(Stored items)
----
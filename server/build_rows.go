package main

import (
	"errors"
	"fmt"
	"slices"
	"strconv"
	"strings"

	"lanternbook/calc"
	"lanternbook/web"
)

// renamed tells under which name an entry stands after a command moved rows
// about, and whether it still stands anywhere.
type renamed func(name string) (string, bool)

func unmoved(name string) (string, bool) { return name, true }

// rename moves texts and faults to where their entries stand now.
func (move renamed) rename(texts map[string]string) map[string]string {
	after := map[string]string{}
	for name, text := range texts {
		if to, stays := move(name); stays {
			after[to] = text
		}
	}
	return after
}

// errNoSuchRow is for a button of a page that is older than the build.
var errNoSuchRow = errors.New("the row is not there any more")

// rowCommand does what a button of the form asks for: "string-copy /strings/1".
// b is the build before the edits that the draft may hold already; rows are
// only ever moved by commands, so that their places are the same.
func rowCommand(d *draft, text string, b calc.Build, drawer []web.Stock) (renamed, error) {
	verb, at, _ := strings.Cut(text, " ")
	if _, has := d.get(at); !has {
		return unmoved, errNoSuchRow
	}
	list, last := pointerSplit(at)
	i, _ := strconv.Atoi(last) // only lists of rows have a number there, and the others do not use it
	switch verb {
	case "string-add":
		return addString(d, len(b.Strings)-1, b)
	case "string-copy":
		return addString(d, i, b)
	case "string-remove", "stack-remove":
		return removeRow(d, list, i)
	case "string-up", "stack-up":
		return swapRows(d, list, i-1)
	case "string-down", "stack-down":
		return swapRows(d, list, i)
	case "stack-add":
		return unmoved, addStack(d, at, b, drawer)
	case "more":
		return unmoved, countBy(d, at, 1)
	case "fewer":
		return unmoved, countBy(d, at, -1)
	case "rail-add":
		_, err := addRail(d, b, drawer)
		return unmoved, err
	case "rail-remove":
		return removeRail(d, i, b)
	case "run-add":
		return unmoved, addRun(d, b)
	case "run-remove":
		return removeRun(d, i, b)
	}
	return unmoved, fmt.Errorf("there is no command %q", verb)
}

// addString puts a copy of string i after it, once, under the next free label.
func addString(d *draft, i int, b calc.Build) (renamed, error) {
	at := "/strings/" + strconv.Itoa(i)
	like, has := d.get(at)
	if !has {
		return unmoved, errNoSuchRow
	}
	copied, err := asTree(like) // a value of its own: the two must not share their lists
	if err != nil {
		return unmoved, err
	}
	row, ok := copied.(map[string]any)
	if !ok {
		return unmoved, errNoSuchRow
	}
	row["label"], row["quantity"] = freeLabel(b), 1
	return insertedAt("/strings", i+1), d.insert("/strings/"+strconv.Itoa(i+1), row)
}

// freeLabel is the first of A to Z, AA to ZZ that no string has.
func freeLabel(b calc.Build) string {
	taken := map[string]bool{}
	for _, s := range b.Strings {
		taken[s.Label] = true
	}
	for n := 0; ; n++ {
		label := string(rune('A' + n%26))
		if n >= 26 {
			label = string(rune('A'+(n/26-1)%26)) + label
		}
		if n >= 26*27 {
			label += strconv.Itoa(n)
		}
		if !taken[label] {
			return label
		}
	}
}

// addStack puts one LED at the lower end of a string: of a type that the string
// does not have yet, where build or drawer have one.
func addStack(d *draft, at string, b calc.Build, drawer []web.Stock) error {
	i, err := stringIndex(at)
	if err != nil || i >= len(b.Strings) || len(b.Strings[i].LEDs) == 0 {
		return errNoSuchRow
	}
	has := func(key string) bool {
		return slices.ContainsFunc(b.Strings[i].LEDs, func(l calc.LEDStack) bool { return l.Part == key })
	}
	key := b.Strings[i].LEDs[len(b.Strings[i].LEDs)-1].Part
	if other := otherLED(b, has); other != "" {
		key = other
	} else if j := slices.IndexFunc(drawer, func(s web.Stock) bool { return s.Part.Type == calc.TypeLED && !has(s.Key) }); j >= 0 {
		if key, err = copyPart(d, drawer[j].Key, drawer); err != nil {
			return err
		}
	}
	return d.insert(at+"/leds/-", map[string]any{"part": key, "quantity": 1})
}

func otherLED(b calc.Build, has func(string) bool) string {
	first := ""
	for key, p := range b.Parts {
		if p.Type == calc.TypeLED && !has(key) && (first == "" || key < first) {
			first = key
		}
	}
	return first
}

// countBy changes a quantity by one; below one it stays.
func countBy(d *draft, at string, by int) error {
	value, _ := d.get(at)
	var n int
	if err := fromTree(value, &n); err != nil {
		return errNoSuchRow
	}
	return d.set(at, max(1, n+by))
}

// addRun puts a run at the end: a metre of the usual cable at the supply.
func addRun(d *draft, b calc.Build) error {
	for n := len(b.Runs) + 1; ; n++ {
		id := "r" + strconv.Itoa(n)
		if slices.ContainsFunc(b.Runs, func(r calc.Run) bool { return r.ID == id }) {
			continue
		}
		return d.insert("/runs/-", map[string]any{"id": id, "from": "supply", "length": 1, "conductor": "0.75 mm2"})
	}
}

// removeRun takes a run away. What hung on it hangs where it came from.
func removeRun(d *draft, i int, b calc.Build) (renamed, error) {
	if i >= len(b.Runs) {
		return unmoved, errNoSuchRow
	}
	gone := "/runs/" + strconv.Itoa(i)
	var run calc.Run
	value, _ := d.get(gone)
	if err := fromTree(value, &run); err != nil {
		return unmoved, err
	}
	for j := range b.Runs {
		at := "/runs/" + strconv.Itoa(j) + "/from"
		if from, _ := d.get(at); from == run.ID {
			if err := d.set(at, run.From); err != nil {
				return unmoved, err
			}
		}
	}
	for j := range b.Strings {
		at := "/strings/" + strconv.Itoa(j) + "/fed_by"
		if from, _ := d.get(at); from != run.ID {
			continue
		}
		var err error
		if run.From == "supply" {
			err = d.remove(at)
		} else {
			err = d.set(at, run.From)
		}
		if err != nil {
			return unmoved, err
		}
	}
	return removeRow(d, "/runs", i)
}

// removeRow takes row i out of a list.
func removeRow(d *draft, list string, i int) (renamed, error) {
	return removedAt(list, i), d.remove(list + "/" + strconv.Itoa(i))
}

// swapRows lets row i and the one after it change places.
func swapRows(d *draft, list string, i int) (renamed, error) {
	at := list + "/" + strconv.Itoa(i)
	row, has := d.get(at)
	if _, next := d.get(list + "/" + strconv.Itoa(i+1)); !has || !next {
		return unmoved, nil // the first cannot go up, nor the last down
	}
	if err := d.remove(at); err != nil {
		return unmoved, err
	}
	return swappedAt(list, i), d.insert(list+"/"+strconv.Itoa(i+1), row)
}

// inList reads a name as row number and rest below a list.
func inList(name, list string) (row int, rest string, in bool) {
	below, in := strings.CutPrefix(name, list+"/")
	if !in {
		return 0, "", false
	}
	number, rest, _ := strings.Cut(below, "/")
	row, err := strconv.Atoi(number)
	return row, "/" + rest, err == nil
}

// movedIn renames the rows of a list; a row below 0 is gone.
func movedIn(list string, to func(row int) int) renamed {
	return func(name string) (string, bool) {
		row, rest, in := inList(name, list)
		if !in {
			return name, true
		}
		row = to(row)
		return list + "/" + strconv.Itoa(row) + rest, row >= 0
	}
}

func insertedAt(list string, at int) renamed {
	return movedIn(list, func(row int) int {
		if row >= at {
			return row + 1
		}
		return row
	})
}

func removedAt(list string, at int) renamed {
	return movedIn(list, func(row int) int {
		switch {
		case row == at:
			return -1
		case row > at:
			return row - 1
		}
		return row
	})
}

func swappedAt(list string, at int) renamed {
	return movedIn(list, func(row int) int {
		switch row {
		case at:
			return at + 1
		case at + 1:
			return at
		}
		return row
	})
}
----
Give every entry back unchanged. Leave none out.

filename server/build_rows.go
package main

import (
	"errors"
	"fmt"
	"slices"
	"strconv"
	"strings"

	"lanternbook/calc"
	"lanternbook/web"
)

// renamed tells under which name an entry stands after a command moved rows
// about, and whether it still stands anywhere.
type renamed func(name string) (string, bool)

func unmoved(name string) (string, bool) { return name, true }

// rename moves texts and faults to where their entries stand now.
func (move renamed) rename(texts map[string]string) map[string]string {
	after := map[string]string{}
	for name, text := range texts {
		if to, stays := move(name); stays {
			after[to] = text
		}
	}
	return after
}

// errNoSuchRow is for a button of a page that is older than the build.
var errNoSuchRow = errors.New("the row is not there any more")

// rowCommand does what a button of the form asks for: "string-copy /strings/1".
// b is the build before the edits that the draft may hold already; rows are
// only ever moved by commands, so that their places are the same.
func rowCommand(d *draft, text string, b calc.Build, drawer []web.Stock) (renamed, error) {
	verb, at, _ := strings.Cut(text, " ")
	if _, has := d.get(at); !has {
		return unmoved, errNoSuchRow
	}
	list, last := pointerSplit(at)
	i, _ := strconv.Atoi(last) // only lists of rows have a number there, and the others do not use it
	switch verb {
	case "string-add":
		return addString(d, len(b.Strings)-1, b)
	case "string-copy":
		return addString(d, i, b)
	case "string-remove", "stack-remove":
		return removeRow(d, list, i)
	case "string-up", "stack-up":
		return swapRows(d, list, i-1)
	case "string-down", "stack-down":
		return swapRows(d, list, i)
	case "stack-add":
		return unmoved, addStack(d, at, b, drawer)
	case "more":
		return unmoved, countBy(d, at, 1)
	case "fewer":
		return unmoved, countBy(d, at, -1)
	case "rail-add":
		_, err := addRail(d, b, drawer)
		return unmoved, err
	case "rail-remove":
		return removeRail(d, i, b)
	case "run-add":
		return unmoved, addRun(d, b)
	case "run-remove":
		return removeRun(d, i, b)
	}
	return unmoved, fmt.Errorf("there is no command %q", verb)
}

// addString puts a copy of string i after it, once, under the next free label.
func addString(d *draft, i int, b calc.Build) (renamed, error) {
	at := "/strings/" + strconv.Itoa(i)
	like, has := d.get(at)
	if !has {
		return unmoved, errNoSuchRow
	}
	copied, err := asTree(like) // a value of its own: the two must not share their lists
	if err != nil {
		return unmoved, err
	}
	row, ok := copied.(map[string]any)
	if !ok {
		return unmoved, errNoSuchRow
	}
	row["label"], row["quantity"] = freeLabel(b), 1
	return insertedAt("/strings", i+1), d.insert("/strings/"+strconv.Itoa(i+1), row)
}

// freeLabel is the first of A to Z, AA to ZZ that no string has.
func freeLabel(b calc.Build) string {
	taken := map[string]bool{}
	for _, s := range b.Strings {
		taken[s.Label] = true
	}
	for n := 0; ; n++ {
		label := string(rune('A' + n%26))
		if n >= 26 {
			label = string(rune('A'+(n/26-1)%26)) + label
		}
		if n >= 26*27 {
			label += strconv.Itoa(n)
		}
		if !taken[label] {
			return label
		}
	}
}

// addStack puts one LED at the lower end of a string: of a type that the string
// does not have yet, where build or drawer have one.
func addStack(d *draft, at string, b calc.Build, drawer []web.Stock) error {
	i, err := stringIndex(at)
	if err != nil || i >= len(b.Strings) || len(b.Strings[i].LEDs) == 0 {
		return errNoSuchRow
	}
	has := func(key string) bool {
		return slices.ContainsFunc(b.Strings[i].LEDs, func(l calc.LEDStack) bool { return l.Part == key })
	}
	key := b.Strings[i].LEDs[len(b.Strings[i].LEDs)-1].Part
	if other := otherLED(b, has); other != "" {
		key = other
	} else if j := slices.IndexFunc(drawer, func(s web.Stock) bool { return s.Part.Type == calc.TypeLED && !has(s.Key) }); j >= 0 {
		if key, err = copyPart(d, drawer[j].Key, drawer); err != nil {
			return err
		}
	}
	return d.insert(at+"/leds/-", map[string]any{"part": key, "quantity": 1})
}

func otherLED(b calc.Build, has func(string) bool) string {
	first := ""
	for key, p := range b.Parts {
		if p.Type == calc.TypeLED && !has(key) && (first == "" || key < first) {
			first = key
		}
	}
	return first
}

// countBy changes a quantity by one; below one it stays.
func countBy(d *draft, at string, by int) error {
	value, _ := d.get(at)
	var n int
	if err := fromTree(value, &n); err != nil {
		return errNoSuchRow
	}
	return d.set(at, max(1, n+by))
}

// addRun puts a run at the end: a metre of the usual cable at the supply.
func addRun(d *draft, b calc.Build) error {
	for n := len(b.Runs) + 1; ; n++ {
		id := "r" + strconv.Itoa(n)
		if slices.ContainsFunc(b.Runs, func(r calc.Run) bool { return r.ID == id }) {
			continue
		}
		return d.insert("/runs/-", map[string]any{"id": id, "from": "supply", "length": 1, "conductor": "0.75 mm2"})
	}
}

// removeRun takes a run away. What hung on it hangs where it came from.
func removeRun(d *draft, i int, b calc.Build) (renamed, error) {
	if i >= len(b.Runs) {
		return unmoved, errNoSuchRow
	}
	gone := "/runs/" + strconv.Itoa(i)
	var run calc.Run
	value, _ := d.get(gone)
	if err := fromTree(value, &run); err != nil {
		return unmoved, err
	}
	for j := range b.Runs {
		at := "/runs/" + strconv.Itoa(j) + "/from"
		if from, _ := d.get(at); from == run.ID {
			if err := d.set(at, run.From); err != nil {
				return unmoved, err
			}
		}
	}
	for j := range b.Strings {
		at := "/strings/" + strconv.Itoa(j) + "/fed_by"
		if from, _ := d.get(at); from != run.ID {
			continue
		}
		var err error
		if run.From == "supply" {
			err = d.remove(at)
		} else {
			err = d.set(at, run.From)
		}
		if err != nil {
			return unmoved, err
		}
	}
	return removeRow(d, "/runs", i)
}

// removeRow takes row i out of a list.
func removeRow(d *draft, list string, i int) (renamed, error) {
	return removedAt(list, i), d.remove(list + "/" + strconv.Itoa(i))
}

// swapRows lets row i and the one after it change places.
func swapRows(d *draft, list string, i int) (renamed, error) {
	at := list + "/" + strconv.Itoa(i)
	row, has := d.get(at)
	if _, next := d.get(list + "/" + strconv.Itoa(i+1)); !has || !next {
		return unmoved, nil // the first cannot go up, nor the last down
	}
	if err := d.remove(at); err != nil {
		return unmoved, err
	}
	return swappedAt(list, i), d.insert(list+"/"+strconv.Itoa(i+1), row)
}

// inList reads a name as row number and rest below a list.
func inList(name, list string) (row int, rest string, in bool) {
	below, in := strings.CutPrefix(name, list+"/")
	if !in {
		return 0, "", false
	}
	number, rest, _ := strings.Cut(below, "/")
	row, err := strconv.Atoi(number)
	return row, "/" + rest, err == nil
}

// movedIn renames the rows of a list; a row below 0 is gone.
func movedIn(list string, to func(row int) int) renamed {
	return func(name string) (string, bool) {
		row, rest, in := inList(name, list)
		if !in {
			return name, true
		}
		row = to(row)
		return list + "/" + strconv.Itoa(row) + rest, row >= 0
	}
}

func insertedAt(list string, at int) renamed {
	return movedIn(list, func(row int) int {
		if row >= at {
			return row + 1
		}
		return row
	})
}

func removedAt(list string, at int) renamed {
	return movedIn(list, func(row int) int {
		switch {
		case row == at:
			return -1
		case row > at:
			return row - 1
		}
		return row
	})
}

func swappedAt(list string, at int) renamed {
	return movedIn(list, func(row int) int {
		switch row {
		case at:
			return at + 1
		case at + 1:
			return at
		}
		return row
	})
}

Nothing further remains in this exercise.